A travers cet arrêt, c’est une vieille chronique du Web qui ressurgit. Les origines de cette affaire juridique remontent à l’année 2000 : à l’époque, Jean-Noël Frydman, gérant de la société Prodis enregistrée en Floride, a lancé une action en justice contre France Télécom et Pages Jaunes pour exiger la nullité de la marque. Il arguait qu’il existait plusieurs services sous le libellé “Pages Jaunes” dans le monde et que France Télécom n’avait pas le droit de monopoliser cette marque.

Parallèlement, Jean-Noël Frydman exploite un service d’annuaire francophone sous l’URL www.pagesjaunes.com, nom de domaine acquis légalement à la fin des années 90. A l’époque, le dépôt de nom de domaine était gratuit et la règle du “premier arrivé, premier servi” était appliquée.

Toujours dans le courant de l’année 2000, France Télécom a tenté de récupérer ce nom de domaine auprès du centre d’arbitrage et de médiation en charge de régler les litiges internationaux en lien avec les noms de domaine (une branche rattachée à l’Organisation mondiale de la propriété intellectuelle).
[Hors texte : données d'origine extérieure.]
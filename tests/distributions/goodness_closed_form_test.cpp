// The laws drawn in closed form against Boost.Math and the published quantiles, a million draws
// each, and their far tails, which the words alone would cut off.

#include "distributions/law_report.hpp"
#include "support/alarm_budget.hpp"
#include "support/reference.hpp"
#include "support/sanitized.hpp"
#include "support/seeds.hpp"

#include "leat/distributions/cauchy.hpp"
#include "leat/distributions/empirical.hpp"
#include "leat/distributions/gumbel.hpp"
#include "leat/distributions/laplace.hpp"
#include "leat/distributions/logistic.hpp"
#include "leat/distributions/maxwell.hpp"
#include "leat/distributions/pareto.hpp"
#include "leat/distributions/piecewise_linear.hpp"
#include "leat/distributions/rayleigh.hpp"
#include "leat/distributions/triangular.hpp"
#include "leat/uniform/unit.hpp"

#include <boost/math/distributions/cauchy.hpp>
#include <boost/math/distributions/extreme_value.hpp>
#include <boost/math/distributions/laplace.hpp>
#include <boost/math/distributions/logistic.hpp>
#include <boost/math/distributions/pareto.hpp>
#include <boost/math/distributions/rayleigh.hpp>
#include <boost/math/distributions/triangular.hpp>
#include <boost/math/special_functions/gamma.hpp>
#include <gtest/gtest.h>

#include <algorithm>
#include <cmath>
#include <cstdint>
#include <string>
#include <vector>

namespace {

using namespace leat_test;
namespace bm = boost::math;

constexpr int many = sanitized ? 200000 : 1000000;

/// Kolmogorov-Smirnov, mean and variance, by the law's own name in this test.
template <class Law, class Reference>
std::vector<double> check_law(const std::string& name, const Law& law, const Reference& reference) {
    auto g = source_of_this_test().stream(name); // one sample a name
    auto x = draw_values(law, many, g);
    check(law_report(name, x, reference));
    return x;
}

/// The same, and the counts, where tests/reference/distributions.json has the law.
template <class Law, class Reference>
void check_published_law(const std::string& id, const Law& law, const Reference& reference) {
    const auto& entry = reference_entry("distributions." + id);
    LEAT_TEST_REFERENCE(entry);
    check(quantile_report(id, check_law(id, law, reference), entry));
}

/// Kolmogorov-Smirnov alone, for laws without moments, or that Boost.Math has not.
template <class Law, class Cdf>
std::vector<double> check_cumulative(const std::string& name, const Law& law, Cdf cdf) {
    auto g = source_of_this_test().stream(name);
    auto x = draw_values(law, many, g);
    check(kolmogorov_smirnov_test(name, x, cdf));
    return x;
}

TEST(ClosedFormGoodness, Gumbel) {
    using reference = bm::extreme_value_distribution<double, in_double>;
    check_published_law("gumbel.5.2", leat::gumbel{5, 2}, reference(5, 2));
    check_law("standard", leat::gumbel{0, 1}, reference(0, 1));
    check_law("narrow", leat::gumbel{1e6, 1e-3}, reference(1e6, 1e-3));
    check_law("float", leat::gumbel<float>{-3, 10}, reference(-3, 10));
}

TEST(ClosedFormGoodness, Logistic) {
    using reference = bm::logistic_distribution<double, in_double>;
    check_published_law("logistic.0.1", leat::logistic{0, 1}, reference(0, 1));
    check_published_law("logistic.-1.2", leat::logistic{-1, 2}, reference(-1, 2));
    check_law("wide", leat::logistic{1e100, 1e100}, reference(1e100, 1e100));
    check_law("float", leat::logistic<float>{0, 10}, reference(0, 10));
}

TEST(ClosedFormGoodness, Laplace) {
    using reference = bm::laplace_distribution<double, in_double>;
    check_published_law("laplace.0.1", leat::laplace{0, 1}, reference(0, 1));
    check_published_law("laplace.2.0.5", leat::laplace{2, 0.5}, reference(2, 0.5));
    check_law("tiny", leat::laplace{0, 1e-100}, reference(0, 1e-100));
    check_law("float", leat::laplace<float>{-3, 10}, reference(-3, 10));
}

TEST(ClosedFormGoodness, Cauchy) {
    using reference = bm::cauchy_distribution<double, in_double>;
    const auto check_cauchy = [](const std::string& name, const auto& law, const reference& known) {
        return check_cumulative(name, law, [&](double x) { return cdf(known, x); });
    };
    const auto& entry = reference_entry("distributions.cauchy.3.2");
    LEAT_TEST_REFERENCE(entry);
    check(quantile_report("3.2", check_cauchy("3.2", leat::cauchy{3, 2}, reference(3, 2)), entry));
    check_cauchy("standard", leat::cauchy{0, 1}, reference(0, 1));
    check_cauchy("tiny", leat::cauchy{0, 1e-100}, reference(0, 1e-100));
    check_cauchy("float", leat::cauchy<float>{-3, 10}, reference(-3, 10));
}

TEST(ClosedFormGoodness, Pareto) {
    // ln(x / scale) is exponential of rate shape: also where moments are infinite
    const auto check_pareto = [](const std::string& name, const auto& law) {
        const auto scale = static_cast<double>(law.scale());
        const auto shape = static_cast<double>(law.shape());
        return check_cumulative(name, law, [=](double x) {
            return x < 2 * scale ? -std::expm1(-shape * std::log1p((x - scale) / scale))
                                 : -std::expm1(-shape * std::log(x / scale));
        });
    };
    for (const std::string id : {"pareto.1.3", "pareto.2.1.5"}) {
        const auto& entry = reference_entry("distributions." + id);
        LEAT_TEST_REFERENCE(entry);
        const leat::pareto law{std::stod(entry["parameters"]["minimum"].get<std::string>()),
                               std::stod(entry["parameters"]["index"].get<std::string>())};
        check(quantile_report(id, check_pareto(id, law), entry));
    }
    check_law("light tail", leat::pareto{10, 40},
              bm::pareto_distribution<double, in_double>(10, 40));
    check_pareto("heavy tail", leat::pareto{1, 0.05});
    check_pareto("nearly constant", leat::pareto{1, 1e6});
    check_pareto("float", leat::pareto<float>{3, 2});
}

TEST(ClosedFormGoodness, Rayleigh) {
    using reference = bm::rayleigh_distribution<double, in_double>;
    check_published_law("rayleigh.1", leat::rayleigh{1}, reference(1));
    check_law("other", leat::rayleigh{7.5}, reference(7.5));
    check_law("huge", leat::rayleigh{1e100}, reference(1e100));
    check_law("float", leat::rayleigh<float>{0.01}, reference(static_cast<double>(0.01F)));
}

// x^2 / (2 scale^2) is a gamma variate of shape 3/2; moments: Johnson, Kotz and Balakrishnan, ch.
// 18
TEST(ClosedFormGoodness, Maxwell) {
    const auto check_maxwell = [](const std::string& name, const auto& law) {
        const auto scale = static_cast<double>(law.scale());
        const auto x = check_cumulative(name, law, [=](double value) {
            const double z = value / scale;
            return bm::gamma_p(1.5, z * z / 2, in_double());
        });
        double sum = 0;
        double squares = 0;
        for (const double value : x) {
            sum += value / scale;
            squares += value / scale * (value / scale);
        }
        check(mean_test(name + ", mean", sum, many, {std::sqrt(8 / M_PI), 3 - 8 / M_PI, 0.49}));
        check(mean_test(name + ", mean square", squares, many, {3, 6, std::sqrt(8.0 / 3)}));
    };
    check_maxwell("standard", leat::maxwell{1});
    check_maxwell("molecules", leat::maxwell{297.3});
    check_maxwell("tiny", leat::maxwell{1e-100});
    check_maxwell("float", leat::maxwell<float>{3});
}

TEST(ClosedFormGoodness, Triangular) {
    using reference = bm::triangular_distribution<double, in_double>;
    for (const std::string id : {"triangular.0.0.3.1", "triangular.-1.2.4", "triangular.0.0.1"}) {
        const auto& p = reference_entry("distributions." + id)["parameters"];
        const double lo = std::stod(p["minimum"].get<std::string>());
        const double mode = std::stod(p["mode"].get<std::string>());
        const double hi = std::stod(p["maximum"].get<std::string>());
        check_published_law(id, leat::triangular{lo, mode, hi}, reference(lo, mode, hi));
    }
    check_law("mode at hi", leat::triangular{-5, 5, 5}, reference(-5, 5, 5));
    check_law("far and narrow", leat::triangular{1e6, 1e6 + 1, 1e6 + 2},
              reference(1e6, 1e6 + 1, 1e6 + 2));
    check_law("float", leat::triangular<float>{-1, 0, 3}, reference(-1, 0, 3));
}

// The distribution function by hand: a quarter of the area before 1 (see the entry).
TEST(ClosedFormGoodness, PiecewiseLinear) {
    const auto& entry = reference_entry("distributions.piecewise.linear");
    LEAT_TEST_REFERENCE(entry);
    const auto published = [](double x) {
        return x < 1 ? x * x / 4 : 0.25 + (x - 1) / 2 - (x - 1) * (x - 1) / 16;
    };
    const auto x =
        check_cumulative("published", leat::piecewise_linear{{0, 1, 3}, {0, 1, 0.5}}, published);
    double sum = 0;
    for (const double value : x) {
        sum += value;
    }
    check(mean_test("published, mean", sum, many, {19.0 / 12, 77.0 / 144, 0.2}));
    check_cumulative("float", leat::piecewise_linear<float>{{0, 1, 3}, {0, 1, 0.5}}, published);
    check_cumulative(
        "a triangle", leat::piecewise_linear{{-1, 0.5, 3}, {0, 7, 0}}, [](double value) {
            return cdf(bm::triangular_distribution<double, in_double>(-1, 0.5, 3), value);
        });
    check_cumulative("a gap", leat::piecewise_linear{{0, 1, 2, 3}, {2, 0, 0, 6}}, [](double value) {
        return value < 1   ? (1 - (1 - value) * (1 - value)) / 4
               : value < 2 ? 0.25
                           : 0.25 + 0.75 * (value - 2) * (value - 2);
    });
}

// Each value in proportion to how often it stands in the list.
TEST(ClosedFormGoodness, Empirical) {
    const auto check_empirical = [](const std::string& name, std::size_t n) {
        std::vector<double> values;
        std::vector<double> probabilities;
        for (std::size_t i = 0; i < n; ++i) {
            const double k = 1 + static_cast<double>(i % 3); // the i-th value k times
            values.insert(values.end(), static_cast<std::size_t>(k), static_cast<double>(n - i));
            probabilities.insert(probabilities.begin(), k);
        }
        const leat::empirical law(values);
        for (double& p : probabilities) {
            p /= static_cast<double>(values.size());
        }
        auto g = source_of_this_test().stream(name);
        std::vector<std::uint64_t> counts(n);
        for (int i = 0; i < many; ++i) {
            ++counts[static_cast<std::size_t>(law(g)) - 1];
        }
        check(chi_square_test(name, counts, probabilities));
    };
    check_empirical("two", 2);
    check_empirical("three", 3);
    check_empirical("thirty-one", 31);
    check_empirical("a thousand", 1000);
}

// ---- Far tails -------------------------------------------------------------------------------

/// The same draws on condition of a first word that leads into the tail: a sampler that has a tail
/// at all must get the law of its excess right.
struct into_tail {
    static constexpr std::uint64_t min() { return 0; }
    static constexpr std::uint64_t max() { return ~std::uint64_t{0}; }
    std::uint64_t operator()() {
        const bool first = !drawn;
        drawn = true;
        return first ? word : g();
    }
    leat::stream& g;
    std::uint64_t word;
    bool drawn = false;
};

// Beyond 8 ln 2 the Gumbel law's upper tail is 1 - exp(-exp(-x)) over its value there.
TEST(ClosedFormGoodness, GumbelTail) {
    auto g = source_of_this_test().stream("tail");
    std::vector<double> x(many / 4);
    for (double& value : x) {
        into_tail words{g, 0}; // the smallest exponential
        value = leat::gumbel<>::standard(words);
    }
    const double start = 8 * std::log(2.0);
    EXPECT_GT(*std::max_element(x.begin(), x.end()), start + 8);
    check(kolmogorov_smirnov_test("beyond 8 ln 2", x, [=](double t) {
        return 1 - std::expm1(-std::exp(-t)) / std::expm1(-std::exp(-start));
    }));
}

// Beyond u = 2^-8 from an end: 1 / (1 + exp(x)) over 2^-8, on both sides.
TEST(ClosedFormGoodness, LogisticTails) {
    for (const std::uint64_t word : {std::uint64_t{0}, ~std::uint64_t{0}}) {
        auto g = source_of_this_test().stream("tail", word);
        std::vector<double> x(many / 4);
        for (double& value : x) {
            into_tail words{g, word};
            value = leat::logistic<>::standard(words) * (word == 0 ? -1 : 1);
        }
        check(kolmogorov_smirnov_test("beyond 2^-8", x,
                                      [](double t) { return 1 - 256 / (1 + std::exp(t)); }));
    }
}

// The denominator, where it is below 2^-8, has the half normal law on that condition.
TEST(ClosedFormGoodness, CauchyTail) {
    auto g = source_of_this_test().stream("tail");
    std::vector<double> x(many / 4);
    for (double& value : x) {
        struct second_in_tail {
            static constexpr std::uint64_t min() { return 0; }
            static constexpr std::uint64_t max() { return ~std::uint64_t{0}; }
            std::uint64_t operator()() {
                ++drawn;
                // first a normal of 0.5 or so at once, then one next to 0
                return drawn == 1 ? first : drawn == 2 ? std::uint64_t{1} : g();
            }
            leat::stream& g;
            std::uint64_t first;
            int drawn = 0;
        } words{g, (std::uint64_t{1} << 62) | 1};
        into_tail copy{g, words.first};
        const double above = leat::detail::standard_normal(copy);
        value = above / std::fabs(leat::cauchy<>::standard(words));
    }
    check(kolmogorov_smirnov_test("the denominator below 2^-8", x, [](double z) {
        return std::erf(z / std::sqrt(2.0)) / std::erf(0x1p-8 / std::sqrt(2.0));
    }));
    EXPECT_LT(*std::min_element(x.begin(), x.end()), 0x1p-8 * 1e-4);
}

} // namespace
Mais en vain. L’organisme d’arbitrage avait concédé que France Télécom pouvait légitimement défendre cette marque sur le territoire français. En revanche, il a refusé d’attribuer une exclusivité internationale.

Contacté mardi après midi par Vnunet.fr, le groupe PagesJaunes assure ne pas vouloir repartir à l’assaut de PagesJaunes.com malgré cette victoire auprès de la justice française. Selon PagesJaunes, Prodis n’aurait pas initié de recours auprès de la Cour de cassation. Une information que nous n’avons pas pu vérifier auprès de Prodis, compte tenu du décalage horaire.